Medida ocorre após fabricantes brasileiros aceitarem vender apenas 7,9 milhões de materiais.
Domingos Grilo Serrinha e correspondente no Brasil 4 de Janeiro de 2021 às 20:07
Coronavírus no Brasil
Coronavírus no Brasil FOTO: Reuters

O governo brasileiro proibiu a exportação de seringas e agulhas pelos fabricantes do país, visando garantir esses insumos para a esperada vacinação em massa contra o Coronavírus, ainda sem data definida. A medida foi tomada pelo Ministério da Economia a pedido do Ministério da Saúde depois de dias atrás o pregão para compra de seringas e agulhas ter sido um rotundo fracasso.

O Ministério da Saúde, comandado pelo cada vez mais criticado general Eduardo Pazuello, pretendia nesse pregão adquirir 331 milhões de conjuntos de agulhas e seringas, mas os fabricantes que participaram aceitaram vender apenas 7,9 milhões. De acordo com os principais fabricantes brasileiros, além de o preço oferecido pelo governo Bolsonaro ser bem abaixo do praticado no mercado, o Ministério da Saúde ofereceu esse valor pela compra conjunta de seringas e agulhas quando, alegam esses empresários, os dois produtos têm preços e produtores diferentes e deveria ter sido feito um pregão para cada um ou a compra de ambos no mesmo pregão mas em lances distintos.

Pelo decreto que proíbe a exportação, as empresas poderão cumprir os contratos já assinados com clientes de outros países, mas só poderão exportar o total de insumos mencionado nesses acordos já firmados. O governo comprometeu-se, pelo texto da mesma medida, a comprar a quantidade de seringas e agulhas que exceder os contratos já assinados.

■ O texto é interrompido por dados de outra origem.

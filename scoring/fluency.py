"""Fluency: the small causal model's perplexity of a summary, relative to its source's, lowered
by the sentence flags that readers hold against a summary.

Perplexity is PP = exp(mean negative log-likelihood per token) (Jurafsky & Martin, Speech
and Language Processing, 3rd ed., ch. 3). A summary is read in one pass after a beginning-of-
text token, so each sentence is scored in the context of the sentences before it; per-sentence
perplexities come from the same pass. The model reads the tidy form of each sentence
(``scoring.fluency_flags.tidy``: typesetting of tokenised corpora undone, lower case), the
source's sample likewise, so casing and spacing do not count as fluency.

The rule that bounds it: the reference point is the source's own perplexity under the same
model (a sample of its sentences; without a source, ``REFERENCE_LOG_PP``). With
``gap = log PP(summary) - log PP(reference)`` (``aggregate="mean"``: over all tokens; ``"min"``:
the worst sentence's), ``base = exp(-max(0, gap) / scale)``: a summary that reads as easily as
its source scores 1, one whose perplexity is e^scale times the source's scores 1/e. The share of
words in sentences carrying a penalised flag (``fluency_flags``) lowers the value by
``flag_penalty`` times that share. ``weakest`` names the sentence a reader should look at first
and why. The defaults were chosen on the SummEval dev half (``bench/fluency_validity.py``).
"""

from __future__ import annotations

import math
from dataclasses import dataclass, field
from typing import Protocol

from scoring.base import BaseScorer, Column, Result, Signature, check_choice, result_dict
from scoring.fluency_flags import FLAGS, sentence_flags, tidy
from scoring.lm import ModelSettings

# log PP of edited English prose under SmolLM2-135M (Q4_1 dequantised, bfloat16), each sentence
# read on its own: median 4.65 over 1,253 sentences of the demo documents and 5.23 over 199
# sentences of the LongSciVerify abstracts (lower-cased, tokenised), measured 2026-12-02.
# Used only when no source is given.
REFERENCE_LOG_PP = 4.7

READINGS = ("tidy", "as-written")
AGGREGATES = ("mean", "min")
# chosen on the SummEval dev half (bench/fluency_validity.py, ablation in docs/RESULTS.md);
# "unbalanced" never fires on SummEval dev, so it is neither validated nor refuted there: it is
# kept because an unbalanced bracket or quote is what a deletion across one leaves (our own
# compressor's failure mode). "no verb" and "reads poorly" are shown, not penalised.
PENALISED = ("repeats", "stutter", "dangling", "unbalanced", "unfinished")


class TokenModel(Protocol):
    """What fluency needs from a language model: per-token log-probabilities of texts."""

    def logprobs(self, pieces: list[list[str]]) -> list[list[list[float]]]:
        """For each text given as pieces (sentences), the log-probability of every token of
        every piece, read in order after a beginning-of-text token."""


@dataclass(frozen=True)
class FluencyConfig(ModelSettings):
    """Settings of the fluency scorer, after the model's.

    ``scale``: nats of perplexity gap over the source that take the base from 1 to 1/e;
    ``flag_gap``: a sentence whose own gap exceeds this is flagged "reads poorly";
    ``flag_penalty``: how much the share of words in penalised sentences lowers the value;
    ``penalised``: the flags that lower the value (the others are shown only);
    ``reading``: "tidy" (typesetting undone, lower case) or "as-written";
    ``aggregate``: the gap of the whole summary ("mean") or of its worst sentence ("min");
    ``reference_sentences``: how many source sentences (an even sample) give the reference
    perplexity. ``scale`` and ``flag_gap`` are rules of thumb; the rest was chosen on SummEval dev."""

    scale: float = 2.0
    flag_gap: float = 1.5
    flag_penalty: float = 0.5
    penalised: tuple[str, ...] = PENALISED
    reading: str = "tidy"
    aggregate: str = "mean"
    reference_sentences: int = 24

    def __post_init__(self):
        super().__post_init__()
        if self.scale <= 0 or self.flag_gap <= 0:
            raise ValueError("scale and flag_gap must be positive")
        if not 0 <= self.flag_penalty <= 1:
            raise ValueError(f"flag_penalty must lie in [0, 1], got {self.flag_penalty}")
        if self.reference_sentences < 1:
            raise ValueError("reference_sentences must be at least 1")
        check_choice("reading", self.reading, READINGS)
        check_choice("aggregate", self.aggregate, AGGREGATES)
        for flag in self.penalised:
            check_choice("a penalised flag", flag, FLAGS)


@dataclass(frozen=True)
class SentenceFluency:
    """One sentence: its text as written, its own perplexity in the summary's context, its
    flags, its gap over the source (nats) and its token log-probability sum (SLOR's input)."""

    text: str
    perplexity: float
    flags: tuple[str, ...]
    gap: float = 0.0
    logprob: float = 0.0
    tokens: int = 0


@dataclass(frozen=True)
class Weakest:
    """The sentence a reader should look at first: its index (from 0), text and why."""

    index: int
    text: str
    why: str


@dataclass(frozen=True)
class FluencyScore(Result):
    """Fluency of one summary: the bounded value, the perplexities behind it, each sentence,
    and the weakest sentence (None for an empty summary)."""

    value: float
    perplexity: float
    reference_perplexity: float
    sentences: tuple[SentenceFluency, ...]
    signature: Signature = field(compare=False)
    weakest: Weakest | None = None

    @property
    def flagged(self) -> tuple[SentenceFluency, ...]:
        return tuple(s for s in self.sentences if s.flags)

    def to_dict(self) -> dict:
        w = self.weakest
        return result_dict(
            self,
            sentences=[{"text": s.text, "perplexity": s.perplexity, "flags": list(s.flags)} for s in self.sentences],
            weakest=None if w is None else {"index": w.index, "text": w.text, "why": w.why},
        )


def perplexity(logprobs: list[float]) -> float:
    """PP = exp(-mean log p). Empty input has no perplexity."""
    if not logprobs:
        raise ValueError("perplexity of an empty token sequence is undefined")
    return math.exp(-sum(logprobs) / len(logprobs))


def fluency_value(sentences: tuple[SentenceFluency, ...], ref: float, config: FluencyConfig) -> float:
    """The value from the evidence: base from the perplexity gap (whole summary or worst
    sentence), lowered by the share of words in sentences with a penalised flag."""
    scored = [s for s in sentences if s.tokens]
    if not scored:
        return 0.0
    if config.aggregate == "min":
        gap = max(s.gap for s in scored)
    else:
        gap = -sum(s.logprob for s in scored) / sum(s.tokens for s in scored) - ref
    base = math.exp(-max(0.0, gap) / config.scale)
    penalised = set(config.penalised)
    flagged = sum(len(s.text.split()) for s in sentences if penalised & set(s.flags))
    share = flagged / max(1, sum(len(s.text.split()) for s in sentences))
    return base * (1 - config.flag_penalty * share)


def weakest(sentences: tuple[SentenceFluency, ...], penalised: tuple[str, ...]) -> Weakest | None:
    """The sentence with most penalised flags, then the most flags, then the largest gap."""
    if not sentences:
        return None
    pen = set(penalised)
    k = max(range(len(sentences)),
            key=lambda i: (len(pen & set(sentences[i].flags)), len(sentences[i].flags), sentences[i].gap))
    s = sentences[k]
    if s.flags:
        why = ", ".join(s.flags)
    else:
        why = f"hardest to read of the summary (perplexity {s.perplexity:.1f}, {s.gap:+.2f} nats against the source)"
    return Weakest(k, s.text, why)


class FluencyScorer(BaseScorer, name="fluency", label="Fluency", needs="source", config=FluencyConfig):
    """How easily the summary reads, from the small language model's perplexity relative to the
    source's, lowered for sentences that repeat earlier ones, stutter, end on a dangling word or
    stop unfinished: 1 = as easily as the source and no such sentence, lower = harder going."""

    columns = (
        Column("fluency", lambda r: r.value, "num2", "fluency", "Fluency"),
        Column("perplexity", lambda r: r.perplexity),
        Column("weakest_sentence", lambda r: None if r.weakest is None else r.weakest.index + 1, "int"),
    )

    def __init__(self, config: FluencyConfig | None = None, model: TokenModel | None = None):
        super().__init__(config)
        if model is None:
            from scoring.lm import causal_lm

            model = causal_lm(self.config.dtype, self.config.batch_tokens)
        self.model = model
        self._references: dict[str, float] = {}

    def signature(self) -> Signature:
        c = self.config
        describe = getattr(self.model, "describe", None)
        model = describe() if describe else {"model": type(self.model).__name__, "dtype": c.dtype}
        return Signature.build(
            "fluency",
            {**model, "reading": c.reading, "aggregate": c.aggregate, "scale": c.scale, "flag_gap": c.flag_gap,
             "penalised": "+".join(c.penalised) or "none", "flag_penalty": c.flag_penalty,
             "reference": f"source-sample-{c.reference_sentences}"},
            ("torch", "transformers", "spacy"),
        )

    def score(self, summary: str, *, source: str | None = None, reference=None) -> FluencyScore:
        return self.score_many([summary], source=source)[0]

    def read(self, sentence: str) -> str:
        return tidy(sentence) if self.config.reading == "tidy" else sentence

    def score_many(self, summaries: list[str], *, source: str | None = None, references=None) -> list[FluencyScore]:
        from scoring.text import split_sentences

        ref = self.reference_log_pp(source)
        split = [split_sentences(s) if s and s.strip() else [] for s in summaries]
        todo = [[self.read(x) for x in s] for s in split if s]
        scored = self.model.logprobs(todo) if todo else []
        results, k = [], 0
        sig = self.signature()
        for sentences in split:
            if not sentences:
                results.append(FluencyScore(0.0, float("inf"), round(math.exp(ref), 3), (), sig, None))
                continue
            results.append(self._one(sentences, scored[k], ref, sig))
            k += 1
        return results

    def reference_log_pp(self, source: str | None) -> float:
        """log PP of the source (an even sample of its sentences, read as the summary is),
        cached per source."""
        if not source or not source.strip():
            return REFERENCE_LOG_PP
        key = str(hash(source))
        if key not in self._references:
            from scoring.text import split_sentences

            sentences = [s for s in split_sentences(source) if len(s.split()) >= 4] or split_sentences(source)
            n = self.config.reference_sentences
            step = max(1, len(sentences) // n)
            sample = [self.read(s) for s in sentences[::step][:n]]
            # each sentence on its own, so the sample's order does not matter
            scored = self.model.logprobs([[s] for s in sample])
            flat = [x for text in scored for piece in text for x in piece]
            self._references[key] = -sum(flat) / len(flat)
        return self._references[key]

    def _one(self, sentences: list[str], scored: list[list[float]], ref: float, sig: Signature) -> FluencyScore:
        c = self.config
        flat = [x for piece in scored for x in piece]
        log_pp = -sum(flat) / len(flat) if flat else float("inf")
        out = []
        for text, lps, flags in zip(sentences, scored, sentence_flags(sentences)):
            own = -sum(lps) / len(lps) if lps else ref
            if own - ref > c.flag_gap:
                flags.append("reads poorly")
            out.append(SentenceFluency(text, round(math.exp(own), 3), tuple(flags), round(own - ref, 4),
                                       sum(lps), len(lps)))
        out = tuple(out)
        value = fluency_value(out, ref, c)
        return FluencyScore(round(value, 6), round(math.exp(log_pp), 3), round(math.exp(ref), 3), out, sig,
                            weakest(out, c.penalised))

Para especialistas, o pregão e a proibição de exportação são mais duas trapalhadas do general Pazuello, que, apesar de ter sido apresentado por Jair Bolsonaro como um grande especialista em logística, parece completamente perdido ante as gigantescas dimensões dos problemas decorrentes do avanço da pandemia de Coronavírus. Pressionado várias vezes pelo Supremo Tribunal Federal, Pazuello nem assim definiu uma data para o tão esperado início do programa de vacinação contra a Covid-19 nem ao menos comprou qualquer vacina, tendo apenas meros protocolos de intenção.

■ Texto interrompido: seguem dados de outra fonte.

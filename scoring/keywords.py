"""Key-word choice: which words of a source a coverage check blanks out.

Candidates are content words by spaCy's universal POS tags (nouns, proper nouns, verbs,
adjectives, numbers). Each lemma is ranked by a tf-idf-style salience: how often it occurs in
this document (1 + log tf) times how rare it is in general English, where rarity is
``8 - zipf`` from the `wordfreq` word-frequency tables (Zipf scale: log10 of occurrences per
billion words). Ties break on first position, so the choice is deterministic.
"""

from __future__ import annotations

import functools
import hashlib
import math
from dataclasses import dataclass

CONTENT_POS = ("NOUN", "PROPN", "VERB", "ADJ", "NUM")

# Words so frequent that blanking them tests grammar, not content. Zipf 6.0 is about one
# occurrence per thousand words (e.g. "said", "new", "first"); a rule of thumb, not tuned.
MAX_ZIPF = 6.0
# Rarity of a word absent from wordfreq's tables (names, codes): as rare as Zipf 1.
UNSEEN_ZIPF = 1.0


@dataclass(frozen=True)
class KeywordConfig:
    """How many key words to choose, and of which kinds."""

    count: int = 40
    pos: tuple[str, ...] = CONTENT_POS
    min_chars: int = 2

    def __post_init__(self):
        if self.count < 1:
            raise ValueError(f"key-word count must be at least 1, got {self.count}")
        unknown = set(self.pos) - set(CONTENT_POS)
        if unknown:
            raise ValueError(f"unknown POS tags {sorted(unknown)}; choose from {CONTENT_POS}")


@dataclass(frozen=True)
class Keyword:
    """One chosen key word (a lemma) with every place it occurs in the source."""

    lemma: str
    salience: float
    spans: tuple[tuple[int, int], ...]  # character spans of its occurrences, in order

    @property
    def count(self) -> int:
        return len(self.spans)


@dataclass(frozen=True)
class KeywordSet:
    keywords: tuple[Keyword, ...]
    text_hash: str

    def occurrences(self) -> list[tuple[int, int, int]]:
        """(start, end, key-word index) for every occurrence of every key word, in text order."""
        out = [(s, e, i) for i, kw in enumerate(self.keywords) for s, e in kw.spans]
        return sorted(out)


def text_hash(text: str) -> str:
    return hashlib.sha256(text.encode("utf-8", "surrogatepass")).hexdigest()[:16]


@functools.lru_cache(maxsize=4096)
def rarity(word: str) -> float:
    """8 - Zipf frequency of the word in general English (higher = rarer)."""
    from wordfreq import zipf_frequency

    zipf = zipf_frequency(word, "en") or UNSEEN_ZIPF
    return max(0.0, 8.0 - zipf)


@functools.cache
def _tagger():
    from scoring.models import load_spacy

    return load_spacy()


def _tag(text: str):
    nlp = _tagger()
    with nlp.select_pipes(enable=["tok2vec", "tagger", "attribute_ruler", "lemmatizer"]):
        if len(text) > nlp.max_length:
            nlp.max_length = len(text) + 1
        return nlp(text)


def choose_keywords(text: str, config: KeywordConfig = KeywordConfig()) -> KeywordSet:
    """Rank the source's content lemmas by salience and keep the top ``config.count``."""
    return _choose_cached(text, config)


@functools.lru_cache(maxsize=64)
def _choose_cached(text: str, config: KeywordConfig) -> KeywordSet:
    from wordfreq import zipf_frequency

    spans: dict[str, list[tuple[int, int]]] = {}
    for token in _tag(text):
        if token.pos_ not in config.pos:
            continue
        surface = token.text
        if len(surface) < config.min_chars and token.pos_ != "NUM":
            continue
        if not any(ch.isalnum() for ch in surface):
            continue
        lemma = (token.lemma_ or surface).lower()
        if token.pos_ != "NUM" and zipf_frequency(lemma, "en") > MAX_ZIPF:
            continue
        spans.setdefault(lemma, []).append((token.idx, token.idx + len(surface)))
    scored = []
    for lemma, where in spans.items():
        salience = (1.0 + math.log(len(where))) * rarity(lemma)
        scored.append((-salience, where[0][0], lemma, where))
    scored.sort()
    chosen = tuple(
        Keyword(lemma, round(-neg, 4), tuple(where)) for neg, _, lemma, where in scored[: config.count]
    )
    return KeywordSet(chosen, text_hash(text))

Jair Bolsonaro, negacionista da pandemia de Coronavírus, tem feito campanha sistemática contra a vacinação, já disse e reiterou que não se vai vacinar, e chegou a afirmar que quem tomar a vacina pode correr o risco de se transformar em jacaré ou, se for mulher, passar a ter barba na cara. Por outro lado, ele colocou às pressas vários militares submissos na Anvisa, a agência reguladora brasileira, que exige mais e mais documentação dos laboratórios e até agora não autorizou nenhuma vacina, levando até a Pfizer a queixar-se de que mais nenhum país do mundo faz as exigências do Brasil nessa área.

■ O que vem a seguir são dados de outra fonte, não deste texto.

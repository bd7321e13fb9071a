"""The Dask engine: the same per-document task on a Dask distributed cluster (``--engine dask
--scheduler tcp://HOST:PORT``). Dask is optional and imported only when this engine is chosen."""

from __future__ import annotations

import contextlib
import os
import time
from typing import Callable

from summarize.batch.engines.base import Engine, WorkerLost, cpu_count
from summarize.batch.errors import BatchError, one_line
from summarize.batch.worker import Task, limit_threads, prepare_once, process_task

DASK_INSTALL = 'pip install "dask[distributed]==2026.8.0" "distributed==2026.8.0"'


def import_distributed():
    try:
        import distributed
    except ImportError:
        raise BatchError(f"--engine dask needs Dask's distributed scheduler, which is not installed; "
                         f"install it with: {DASK_INSTALL}") from None
    return distributed


def _prepare_worker(job, threads_by_address: dict, dask_worker=None) -> str | None:
    """Run on every Dask worker at the start: split its host's cores, load the models once."""
    threads = None
    if os.environ.get("BOILDOWN_THREADS"):
        threads = int(os.environ["BOILDOWN_THREADS"])
    elif dask_worker is not None:
        threads = threads_by_address.get(dask_worker.address)
    if threads:
        limit_threads(threads)
    return prepare_once(job, threads)


class DaskEngine(Engine):
    """The same per-document task on a Dask distributed cluster; results come back here."""

    name = "dask"

    @classmethod
    def validate(cls, config) -> None:
        if not config.scheduler:
            raise BatchError(
                "--engine dask needs --scheduler tcp://HOST:PORT, the address `dask scheduler` prints"
            )
        if config.workers is not None:
            raise BatchError("--workers sets the local engine's processes; with --engine dask the cluster's "
                             "workers decide (`dask worker ... --nthreads N`)")

    @classmethod
    def require(cls) -> None:
        import_distributed()

    @classmethod
    def start(cls, job, config, todo: int, say: Callable[[str], None]) -> "DaskEngine":
        return cls(job, config.scheduler, say)

    def __init__(self, job, address: str, say: Callable[[str], None]):
        distributed = import_distributed()
        self.job = job
        self._distributed = distributed
        try:
            self.client = distributed.Client(address, timeout="15s", set_as_default=False)
        except (OSError, TimeoutError) as exc:
            raise BatchError(f"could not reach the Dask scheduler at {address} ({one_line(exc)}); check the "
                             "address and that `dask scheduler` is running") from None
        try:
            self.client.wait_for_workers(1, timeout=60)
        except (TimeoutError, OSError):
            self.client.close()
            raise BatchError(f"the Dask scheduler at {address} has no workers; start one with "
                             f"`dask worker {address} --nthreads 1`") from None
        workers = self.client.scheduler_info(n_workers=-1)["workers"]
        cores = self.client.run(cpu_count)
        per_host: dict[str, int] = {}
        for info in workers.values():
            per_host[info["host"]] = per_host.get(info["host"], 0) + info["nthreads"]
        threads = {addr: max(1, cores.get(addr, 1) // per_host[info["host"]]) for addr, info in workers.items()}
        self.capacity = sum(info["nthreads"] for info in workers.values())
        self.workers = len(workers)
        say(f"preparing {self.workers} Dask worker(s) ({self.capacity} task slot(s)) at {address}")
        errors = {e for e in self.client.run(_prepare_worker, self.job, threads).values() if e}
        if errors:
            say(f"warning: a Dask worker could not load its models: {sorted(errors)[0]}")

    def submit(self, task: Task):
        return self.client.submit(process_task, task, self.job, pure=False,
                                  key=f"boildown-{task.rel[-60:]}-{os.urandom(4).hex()}")

    def wait(self, handles, timeout: float) -> set:
        deadline = time.monotonic() + timeout
        while True:  # distributed.wait needs a default client, which this run does not install
            done = {f for f in handles if f.done()}
            if done or time.monotonic() > deadline:
                return done
            time.sleep(0.05)

    def outcome(self, handle):
        try:
            return handle.result()
        except self._distributed.KilledWorker:
            raise WorkerLost("Dask workers died each time they ran this document (out of memory?)",
                             final=True) from None
        except Exception as exc:
            raise WorkerLost(f"the Dask task failed ({type(exc).__name__}: {one_line(exc)})", final=True) from None

    def restart(self) -> None:
        pass  # the scheduler replaces lost workers and retries their tasks itself

    def close(self, cancel: bool = False) -> None:
        with contextlib.suppress(Exception):
            self.client.close()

Dados divulgados esta segunda-feira pelo consórcio criado por veículos de informação para acompanhar a propagação do Coronavírus no país por os números divulgados pelo governo Bolsonaro não oferecerem credibilidade, dão bem uma dimensão da gravidade sanitária no país. De acordo com o consórcio, o Brasil tinha na manhã desta segunda nada menos de 7.733.746 infectados, dos quais 196.018 tinham morrido em decorrência da Covid-19.